(Stored items from a collection)
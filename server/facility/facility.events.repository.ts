import type { FacilitySubject } from "#shared/schemas/facility.ts";
import type { Q } from "./facility.repository.ts";
import { instant, num, numOrNull, oneOf, readRow, text, textOrNull } from "../db/rows.ts";

// The facility's history: every write is an event (a field's change, from → to, who, when, a
// note); a unit's stage events are its dated history, `on` being the day on site.

export interface NewFacilityEvent {
  projectId: number;
  subject: FacilitySubject;
  subjectId: number;
  subjectName: string;
  field: string;
  from: string | null;
  to: string | null;
  /** The day on site (a unit's stage), else the day it was recorded, in the project's time zone. */
  on: string;
  at: Date;
  byUserId: number | null;
  note: string | null;
}

/** An event as stored: who made it by user id (the users module names them). */
export interface FacilityEventRecord extends Omit<NewFacilityEvent, "at"> {
  id: number;
  at: string;
}

export async function insertFacilityEvents(q: Q, events: readonly NewFacilityEvent[]): Promise<void> {
  if (events.length === 0) return;
  await q("facility_events").insert(
    events.map((e) => ({
      project_id: e.projectId,
      subject: e.subject,
      subject_id: e.subjectId,
      subject_name: e.subjectName,
      field: e.field,
      from_value: e.from,
      to_value: e.to,
      on_date: e.on,
      at: e.at,
      by_user_id: e.byUserId,
      note: e.note,
    })),
  );
}

const toEvent = readRow<FacilityEventRecord>({
  id: num(), projectId: num(), subject: oneOf<FacilitySubject>(), subjectId: num(), subjectName: text(), field: text(), from: textOrNull("from_value"),
  to: textOrNull("to_value"), on: text("on_date"), at: instant(), byUserId: numOrNull(), note: textOrNull(),
});

const newestFirst = [
  { column: "at", order: "desc" as const },
  { column: "id", order: "desc" as const },
];

/** One subject's events, newest first. */
export async function listSubjectEvents(q: Q, subject: FacilitySubject, subjectId: number): Promise<FacilityEventRecord[]> {
  return ((await q("facility_events").where({ subject, subject_id: subjectId }).orderBy(newestFirst)) as Array<Record<string, unknown>>).map(toEvent);
}

/** A project's events recorded in [from, before) when given, newest first. */
export async function listProjectFacilityEvents(q: Q, projectId: number, range: { from?: Date; before?: Date } = {}): Promise<FacilityEventRecord[]> {
  const query = q("facility_events").where({ project_id: projectId });
  if (range.from) query.where("at", ">=", range.from);
  if (range.before) query.where("at", "<", range.before);
  return ((await query.orderBy(newestFirst)) as Array<Record<string, unknown>>).map(toEvent);
}

/** A unit's creation or stage change, as the replay of stages needs it. */
export interface UnitStageEvent {
  unitId: number;
  field: "created" | "stage";
  from: string | null;
  to: string | null;
  on: string;
}

/** The units' stage history of a project: each unit's creation and stage events, oldest first by day on site, then as recorded. */
export async function listUnitStageEvents(q: Q, projectId: number): Promise<UnitStageEvent[]> {
  const rows = (await q("facility_events")
    .where({ project_id: projectId, subject: "unit" })
    .whereIn("field", ["created", "stage"])
    .orderBy([{ column: "on_date" }, { column: "at" }, { column: "id" }])
    .select("subject_id", "field", "from_value", "to_value", "on_date")) as Array<Record<string, unknown>>;
  return rows.map((r) => ({ unitId: Number(r.subject_id), field: r.field as "created" | "stage", from: (r.from_value as string | null) ?? null, to: (r.to_value as string | null) ?? null, on: String(r.on_date) }));
}

/** Deletes the events of these subjects (a deleted block, system, unit or feature: its history goes with it; the audit log keeps the deletion). */
export async function deleteSubjectEvents(q: Q, subject: FacilitySubject, subjectIds: readonly number[]): Promise<void> {
  if (subjectIds.length === 0) return;
  await q("facility_events").where({ subject }).whereIn("subject_id", [...subjectIds]).delete();
}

- **WHAT TO WORK ON**
Return, line for line and unchanged, the data from its first line through the line containing "readRow, text, textOrNull".

- **WORKED SOLUTION**
filename server/facility/facility.events.repository.ts
import type { FacilitySubject } from "#shared/schemas/facility.ts";
import type { Q } from "./facility.repository.ts";
import { instant, num, numOrNull, oneOf, readRow, text, textOrNull } from "../db/rows.ts";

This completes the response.